━━━━━ Extracted information

/**
 * Money is integer cents everywhere. The two rates (sales tax, deposit share) are basis points: 1 bp = 1/100 of a
 * percent, so 6.25% is 625. Quantities carry at most two decimals and are counted in hundredths for the arithmetic.
 *
 * Rounding rule, the one place it is stated: every product is rounded half up to the whole cent (amounts are never
 * negative, so half up is also half away from zero). A line's amount is rounded on its own, tax is rounded once on the
 * taxable subtotal, and the deposit is rounded once on the total. All of it is integer arithmetic (BigInt where a
 * product could pass 2^53), so no binary fraction ever touches a sum of money.
 */

/** Rounds numerator / denominator half up; both are non-negative integers. */
function divideHalfUp(numerator: bigint, denominator: bigint): bigint {
  return (numerator * 2n + denominator) / (denominator * 2n);
}

const toSafeNumber = (value: bigint): number => {
  if (value > BigInt(Number.MAX_SAFE_INTEGER)) throw new RangeError('amount is too large to count in cents');
  return Number(value);
};

/** Hundredths of a unit from a quantity with at most two decimals (12.5 -> 1250). */
export function quantityHundredths(quantity: number): number {
  return Math.round(quantity * 100);
}

/** True when a number has at most two decimals (within the float's own noise). */
export function hasAtMostTwoDecimals(value: number): boolean {
  return Math.abs(value * 100 - Math.round(value * 100)) < 1e-6;
}

/** quantity x unit price, half up to the cent. */
export function lineAmountCents(quantity: number, unitPriceCents: number): number {
  return toSafeNumber(divideHalfUp(BigInt(quantityHundredths(quantity)) * BigInt(unitPriceCents), 100n));
}

/** amount x basis points / 10,000, half up to the cent. */
export function shareOfCents(amountCents: number, basisPoints: number): number {
  return toSafeNumber(divideHalfUp(BigInt(amountCents) * BigInt(basisPoints), 10_000n));
}

export interface PricedLine {
  quantity: number;
  unitPriceCents: number;
  taxable: boolean;
}

export interface QuoteTotals {
  subtotalCents: number;
  taxableCents: number;
  taxCents: number;
  totalCents: number;
  depositCents: number;
}

export function quoteTotals(lines: readonly PricedLine[], taxRateBp: number, depositRateBp: number): QuoteTotals {
  let subtotal = 0;
  let taxable = 0;
  for (const line of lines) {
    const amount = lineAmountCents(line.quantity, line.unitPriceCents);
    subtotal += amount;
    if (line.taxable) taxable += amount;
  }
  const taxCents = shareOfCents(taxable, taxRateBp);
  const totalCents = subtotal + taxCents;
  return {
    subtotalCents: subtotal,
    taxableCents: taxable,
    taxCents,
    totalCents,
    depositCents: shareOfCents(totalCents, depositRateBp),
  };
}

/** "$1,234.56" from cents, without a float: the digits are split as text. */
export function formatCents(cents: number): string {
  const negative = cents < 0;
  const digits = String(Math.abs(Math.trunc(cents))).padStart(3, '0');
  const dollars = digits.slice(0, -2).replace(/\B(?=(\d{3})+(?!\d))/g, ',');
  return `${negative ? '-' : ''}$${dollars}.${digits.slice(-2)}`;
}

/** "6.25%" from basis points. */
export function formatBasisPoints(bp: number): string {
  const whole = Math.trunc(bp / 100);
  const rest = bp % 100;
  return rest === 0 ? `${whole}%` : `${whole}.${String(rest).padStart(2, '0').replace(/0$/, '')}%`;
}

/**
 * Cents from what a person typed as dollars ("1,234.5", "$12", "0.07"), or null when it is not an amount of money
 * with at most two decimals. Parsed as text, never through a float.
 */
export function parseDollarsToCents(text: string): number | null {
  const cleaned = text.trim().replace(/^\$/, '').replace(/,/g, '');
  const match = /^(\d{1,9})(?:\.(\d{0,2}))?$/.exec(cleaned) ?? /^()\.(\d{1,2})$/.exec(cleaned);
  if (!match) return null;
  const dollars = match[1] === '' ? 0 : Number(match[1]);
  const cents = Number((match[2] ?? '').padEnd(2, '0'));
  return dollars * 100 + cents;
}

/** "12.34" from cents, for an input box. */
export function centsToDollarsText(cents: number): string {
  return formatCents(cents).replace(/^\$/, '').replace(/,/g, '');
}

/** Basis points from a typed percent ("6.25", "6.25%"), or null when not a percent with at most two decimals. */
export function parsePercentToBasisPoints(text: string): number | null {
  const match = /^(\d{1,3})(?:\.(\d{0,2}))?$/.exec(text.trim().replace(/%$/, '').trim());
  if (!match) return null;
  return Number(match[1]) * 100 + Number((match[2] ?? '').padEnd(2, '0'));
}
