from auditor.model import (
    Equipment,
    Panel,
    Project,
    RowProblem,
    Schedule,
    Severity,
    SourceRef,
)
from auditor.schedule import vocabulary as vocab
from auditor.schedule.cells import (
    MAX_CELL_CHARS,
    CellError,
    cell_text,
    column_letter,
    column_reader,
    shortened,
    too_long_message,
    unreadable_header_reader,
)
from auditor.schedule.inputs import ScheduleFile, display_names, resolved, unread_file_message
from auditor.schedule.sources import RawSheet, ScheduleFileError, clean_sheet, load_file
from auditor.schedule.validate import (
    USUAL_LINE_FREQUENCIES,
    equipment_from_values,
    line_frequency_note,
    panel_from_values,
    project_value_note,
)
from auditor.units import UnitError

__all__ = ["read_schedule", "ScheduleFileError"]

HEADER_SEARCH_ROWS = 50  # non-empty rows searched for a header before a sheet is given up
_PROGRESS_EVERY = 2000  # rows between progress calls
_UNKNOWN_COLUMNS_NAMED = 20  # unknown columns of one header warned about one by one

Progress = Callable[[int, int], None]

_PROJECT_KEY_HEADERS = frozenset(vocab.header_key(t) for t in (
    "key", "item", "field", "parameter", "property", "name", "description", "setting",
    "project", "attribute"))
_PROJECT_VALUE_HEADERS = frozenset(vocab.header_key(t) for t in (
    "value", "entry", "data", "details", "setting", "content"))
_KEY_COLUMN = {vocab.PANELS: "panel", vocab.EQUIPMENT: "equipment"}
_KEY_SPELLINGS = frozenset(
    vocab.header_key(s)
    for col in (vocab.PANEL_COLUMNS[0], vocab.EQUIPMENT_COLUMNS[0])
    for s in (col.name, *col.synonyms)
)


@dataclass(frozen=True)
class _ColumnSpec:
    index: int
    column: vocab.Column
    header: str  # as typed
    read: Callable[[Any], Any]
    field: str


def _texts(values: list[Any]) -> list[tuple[int, str]]:
    return [(i, v.strip()) for i, v in enumerate(values) if isinstance(v, str) and v.strip()]
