# --------------------------------------------------------------------------------------------
# Fitting
# --------------------------------------------------------------------------------------------

def _panel_at(panel: Panel, fit: str, params: np.ndarray) -> Panel:
    scale = np.exp(params)
    if fit == "tension":
        return dataclasses.replace(panel, tension_x=panel.tension_x * float(scale[0]),
                                   tension_y=panel.tension_y * float(scale[0]))
    if fit == "tension_ratio":
        return dataclasses.replace(panel, tension_x=panel.tension_x * float(scale[0]),
                                   tension_y=panel.tension_y * float(scale[1]))
    return dataclasses.replace(panel, areal_density=panel.areal_density * float(scale[0]))


class _Model:
    """``modes_of`` at trial parameters (log scale factors), remembered per trial."""

    def __init__(self, panel: Panel, fit: str, modes_of: ModesOf) -> None:
        self.panel, self.fit, self.modes_of = panel, fit, modes_of
        self.cache: dict[tuple[float, ...], tuple[Mode, ...]] = {}
        self.calls = 0

    def modes(self, params: np.ndarray) -> tuple[Mode, ...]:
        key = tuple(np.round(np.asarray(params, dtype=float), 12))
        if key not in self.cache:
            trial = _panel_at(self.panel, self.fit, np.asarray(params, dtype=float))
            self.calls += 1
            try:
                result = tuple(self.modes_of(trial))
            except (ValueError, ArithmeticError) as error:
                raise CalibrationError(
                    f"the panel model failed at tension {trial.tension_x:.4g} N/m, areal "
                    f"density {trial.areal_density:.4g} kg/m²: {error}") from None
            self.cache[key] = tuple(m for m in result
                                    if math.isfinite(m.frequency_hz) and m.frequency_hz > 0)
        return self.cache[key]

    def frequencies(self, params: np.ndarray) -> np.ndarray:
        return np.array([m.frequency_hz for m in self.modes(params)])

    def missing_weights(self, params: np.ndarray, band: tuple[float, float],
                        scale: float) -> np.ndarray:
        """How much each mode's absence costs: its participation over the largest one.

        A microphone hears a mode by the sound it radiates, and below coincidence that is
        what its uniform-pressure participation measures (an odd-odd mode radiates as a
        monopole, the others far less), so a missing fundamental is strong evidence against a
        trial value while a missing even mode is none. Modes outside ``band`` [Hz] cost
        nothing. With no participation known, every mode in the band costs ``scale``/4.
        """
        modes = self.modes(params)
        f = np.array([m.frequency_hz for m in modes])
        share = np.array([max(m.participation, 0.0) for m in modes])
        largest = float(share.max()) if share.size else 0.0
        weights = share / largest if largest > 0 else np.full(f.size, 0.25)
        inside = (f >= band[0]) & (f <= band[1])
        return scale * weights * inside


def _grid(fit: str, search_range: tuple[float, float], points: int) -> np.ndarray:
    low, high = math.log(search_range[0]), math.log(search_range[1])
    line = np.linspace(low, high, points)
    if FIT_PARAMETERS[fit] == 1:
        return line[:, None]
    return np.column_stack([line, line])


def _best(model: _Model, peaks: np.ndarray, trials: np.ndarray, tolerance: float,
          band: tuple[float, float], missing_weight: float,
          prior_spread: float) -> np.ndarray:
    """The trial of least matching cost plus a weak log-normal prior on the schedule.

    The prior adds ``P·Σ (ln s / ln prior_spread)²`` (``P`` the unpaired-peak cost, ``s``
    each factor on the scheduled value): it only decides between trials the peaks cannot
    tell apart, such as a dense band of high-order modes lining up with a few peaks at an
    implausible tension. The refinement that follows does not use it.
    """
    penalty = math.log1p(tolerance) ** 2
    prior = penalty * np.sum((trials / math.log(prior_spread)) ** 2, axis=1)
    costs = np.array([
        match_peaks(peaks, model.frequencies(p), tolerance,
                    model.missing_weights(p, band, missing_weight))[1]
        for p in trials]) + prior
    distance = np.abs(trials).sum(axis=1)  # ties go to the trial nearest the schedule
    order = np.lexsort((distance, np.round(costs, 12)))
    return trials[order[0]]
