@dataclass(frozen=True)
class Note:
    """One finding about a row: ``severity`` "error" rejects it, "warning" keeps it."""

    severity: str
    field: str | None
    message: str


# Usual ranges by material, for warnings only. Common practice (values seen in manufacturers'
# data for stretched PVC/polyester film ceilings, coated and uncoated fabrics for wrapped
# panels and stretched fabric systems, woven and welded architectural wire mesh, and thin
# metal sheet); from memory, not from one published table.
USUAL_AREAL_DENSITY: dict[str, tuple[float, float]] = {  # [kg/m²]
    "film": (0.1, 0.6),
    "fabric": (0.1, 1.0),
    "mesh": (0.3, 30.0),
    "plate": (1.0, 100.0),
}
USUAL_TENSION: dict[str, tuple[float, float]] = {  # [N/m]
    "film": (100.0, 3000.0),
    "fabric": (50.0, 5000.0),
    "mesh": (200.0, 50000.0),
}
# [-] common practice: structural loss factors of these systems are well below this
USUAL_LOSS_FACTOR_MAX = 0.5
# [m] common practice: a larger panel dimension usually means mm typed in a column in m
LARGEST_USUAL_SPAN = 30.0
SMALLEST_USUAL_SPAN = 0.02  # [m] common practice: a smaller one usually means m typed as mm
DEEPEST_USUAL_CAVITY = 5.0  # [m] common practice
USUAL_LINE_FREQUENCIES = (50.0, 60.0)  # [Hz] common practice: public supply frequencies
LARGEST_USUAL_SLIP = 0.1  # [-] common practice: induction motors run at 1-8 % slip at load

_RANGE_NOTE = "(usual range, common practice)"


def _fmt(value: float) -> str:
    return f"{value:.4g}"


def polygon_area(vertices: tuple[tuple[float, float], ...]) -> float:
    """Signed area by the shoelace formula  [m²]; positive when counter-clockwise.

    References
    ----------
    Shoelace (surveyor's) formula, e.g. B. Braden, "The Surveyor's Area Formula",
    The College Mathematics Journal 17(4), 1986, 326-337.
    """
    total = 0.0
    n = len(vertices)
    for i in range(n):
        x0, y0 = vertices[i]
        x1, y1 = vertices[(i + 1) % n]
        total += x0 * y1 - x1 * y0
    return 0.5 * total


def _segments_cross(p1, p2, q1, q2) -> bool:
    """True when closed segments p1p2 and q1q2 share a point (orientation test)."""

    def orient(a, b, c) -> float:
        return (b[0] - a[0]) * (c[1] - a[1]) - (b[1] - a[1]) * (c[0] - a[0])

    def on_segment(a, b, c) -> bool:
        return (min(a[0], b[0]) <= c[0] <= max(a[0], b[0])
                and min(a[1], b[1]) <= c[1] <= max(a[1], b[1]))

    d1, d2 = orient(q1, q2, p1), orient(q1, q2, p2)
    d3, d4 = orient(p1, p2, q1), orient(p1, p2, q2)
    if ((d1 > 0) != (d2 > 0)) and ((d3 > 0) != (d4 > 0)) and 0 not in (d1, d2, d3, d4):
        return True
    return ((d1 == 0 and on_segment(q1, q2, p1)) or (d2 == 0 and on_segment(q1, q2, p2))
            or (d3 == 0 and on_segment(p1, p2, q1)) or (d4 == 0 and on_segment(p1, p2, q2)))


def polygon_is_simple(vertices: tuple[tuple[float, float], ...]) -> bool:
    """True when no two non-adjacent edges of the closed polygon touch or cross."""
    n = len(vertices)
    edges = [(vertices[i], vertices[(i + 1) % n]) for i in range(n)]
    for i in range(n):
        for j in range(i + 1, n):
            if j == i + 1 or (i == 0 and j == n - 1):
                continue
            if _segments_cross(*edges[i], *edges[j]):
                return False
    return len(set(vertices)) == n


def _point_in_polygon(x: float, y: float, vertices) -> bool:
    """Ray casting (even-odd rule)."""
    inside = False
    n = len(vertices)
    for i in range(n):
        x0, y0 = vertices[i]
        x1, y1 = vertices[(i + 1) % n]
        if (y0 > y) != (y1 > y) and x < x0 + (y - y0) * (x1 - x0) / (y1 - y0):
            inside = not inside
    return inside


def _distance_to_edges(x: float, y: float, vertices) -> float:
    best = math.inf
    n = len(vertices)
    for i in range(n):
        (x0, y0), (x1, y1) = vertices[i], vertices[(i + 1) % n]
        dx, dy = x1 - x0, y1 - y0
        length2 = dx * dx + dy * dy
        t = 0.0 if length2 == 0 else max(0.0, min(1.0, ((x - x0) * dx + (y - y0) * dy) / length2))
        best = min(best, math.hypot(x - (x0 + t * dx), y - (y0 + t * dy)))
    return best


def _outline_of(shape: str, values: dict[str, Any]):
    """The panel's boundary as a polygon (rectangle, polygon) or None for a circle."""
    if shape == "rectangle":
        w, l = values["width"], values["length"]
        return ((0.0, 0.0), (w, 0.0), (w, l), (0.0, l))
    if shape == "polygon":
        return values["outline"]
    return None


def _check_cutouts(shape: str, values: dict[str, Any], notes: list[Note]) -> None:
    cutouts = values.get("cutouts") or ()
    outline = _outline_of(shape, values)
    radius = values["diameter"] / 2 if shape == "circle" else None

    def inside(x: float, y: float, clearance: float = 0.0) -> bool:
        if radius is not None:
            return math.hypot(x, y) + clearance < radius
        return _point_in_polygon(x, y, outline) and _distance_to_edges(x, y, outline) > clearance

    for k, cut in enumerate(cutouts, start=1):
        if isinstance(cut, CircleCutout):
            if not cut.diameter > 0:
                notes.append(Note("error", "cutouts", f"cut-out {k}: diameter must be positive"))
            elif not inside(cut.x, cut.y, cut.diameter / 2):
                notes.append(Note("error", "cutouts",
                                  f"cut-out {k} (circle at {_fmt(cut.x)}, {_fmt(cut.y)} m, "
                                  f"diameter {_fmt(cut.diameter)} m) reaches the panel's edge "
                                  "or lies outside it"))
        elif isinstance(cut, PolygonCutout):
            v = cut.vertices
            if len(v) < 3:
                notes.append(Note("error", "cutouts",
                                  f"cut-out {k} needs at least 3 vertices, has {len(v)}"))
            elif not polygon_is_simple(v) or abs(polygon_area(v)) <= 0:
                notes.append(Note("error", "cutouts",
                                  f"cut-out {k}: its edges cross or it has no area"))
            elif not all(inside(x, y) for x, y in v):
                notes.append(Note("error", "cutouts",
                                  f"cut-out {k} reaches the panel's edge or lies outside it"))


def _positive(values, field, label, notes, *, unit: str = "") -> bool:
    value = values.get(field)
    if value is None:
        return False
    if not value > 0:
        notes.append(Note("error", field, f"{label} must be positive, not {_fmt(value)}{unit}"))
        return False
    return True


def _span_warnings(values, field, label, notes) -> None:
    value = values.get(field)
    if value is None or not value > 0:
        return
    if value > LARGEST_USUAL_SPAN:
        notes.append(Note("warning", field,
                          f"{label} {_fmt(value)} m is larger than {LARGEST_USUAL_SPAN:g} m "
                          "(common practice); check the unit (mm typed in a column in m?)"))
    elif value < SMALLEST_USUAL_SPAN:
        notes.append(Note("warning", field,
                          f"{label} {_fmt(value)} m is smaller than {SMALLEST_USUAL_SPAN:g} m "
                          "(common practice); check the unit (m typed in a column in mm?)"))


def _range_warning(value, usual, field, label, unit, material, notes) -> None:
    low, high = usual
    if value is not None and value > 0 and not (low <= value <= high):
        notes.append(Note("warning", field,
                          f"{label} {_fmt(value)} {unit} is outside {_fmt(low)}-{_fmt(high)} "
                          f"{unit} for {material} {_RANGE_NOTE}; check the value and its unit"))


_GEOMETRY_FIELDS = {"rectangle": ("width", "length"), "circle": ("diameter",),
                    "polygon": ("outline",)}


def _infer_shape(values: dict[str, Any]) -> str:
    if values.get("outline"):
        return "polygon"
    if values.get("diameter") is not None and values.get("width") is None \
            and values.get("length") is None:
        return "circle"
    return "rectangle"
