"""The two charts of an action page: the interference chart and the tuning chart.

Both are vector drawings (``reportlab.graphics``). No label overlaps another: every string is
placed in a ``LabelSpace`` that measures it (``pdfmetrics.stringWidth`` and the font's ascent
and descent) and refuses a place that touches one already taken; a label that finds no place
is left out (the tables beside the chart name everything). Every kind of mark drawn has an
entry in the chart's legend, and no string is smaller than ``MIN_FONT_SIZE``.

The writers only read the result. The tuning chart follows each mode over tension by the exact
membrane scaling ``f = f₀·√(T/T₀)`` (Kinsler et al., *Fundamentals of Acoustics*, 4th ed.,
ch. 4) from the modes computed at the scheduled tension; its clear windows and proposed
tension are the remedy's, found on the full model.
"""

from __future__ import annotations

import math
from collections.abc import Sequence
from dataclasses import dataclass

import numpy as np
from reportlab.graphics.shapes import Circle, Drawing, Line, Path, Polygon, Rect, String
from reportlab.lib.colors import Color, white
from reportlab.pdfbase.pdfmetrics import stringWidth

from auditor.report.chart_parts import (
    LABEL_SIZE,
    MIN_FONT_SIZE,
    LabelSpace,
    LegendItem,
    draw_legend,
    hatch,
    legend_height,
    light,
    linear_ticks,
    log_axis,
    place_label,
    rgb,
    string_boxes,
    text_box,
)
from auditor.report.figures import (
    FigureStyle,
    frequency_axis_range,
    log_frequency_ticks,
    participation_marker_radius,
)
from auditor.report.records import mode_columns, modes_between, modes_named
from auditor.report.text import format_hz
from auditor.results import Excitation, Mode, PanelResult, TensionCurves

__all__ = [
    "MIN_FONT_SIZE",
    "LabelSpace",
    "text_box",
    "string_boxes",
    "LegendItem",
    "legend_height",
    "draw_legend",
    "linear_ticks",
    "TensionMark",
    "interference_chart",
    "tuning_chart",
]

#: The smallest type on any chart [pt].
# ---------------------------------------------------------------------------------------------
# Interference chart
# ---------------------------------------------------------------------------------------------

def _excitation_key(e: Excitation) -> tuple[str, str, int, float]:
    return (e.equipment, e.source, e.order, round(e.frequency_hz, 9))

━━━━━━━━━━

### [Description of the task]
Only the lines from the beginning of the data above through the line containing "tax is rounded once on the" should be repeated, exactly as they appear.

### [Task output]
/**
 * Money is integer cents everywhere. The two rates (sales tax, deposit share) are basis points: 1 bp = 1/100 of a
 * percent, so 6.25% is 625. Quantities carry at most two decimals and are counted in hundredths for the arithmetic.
 *
 * Rounding rule, the one place it is stated: every product is rounded half up to the whole cent (amounts are never
 * negative, so half up is also half away from zero). A line's amount is rounded on its own, tax is rounded once on the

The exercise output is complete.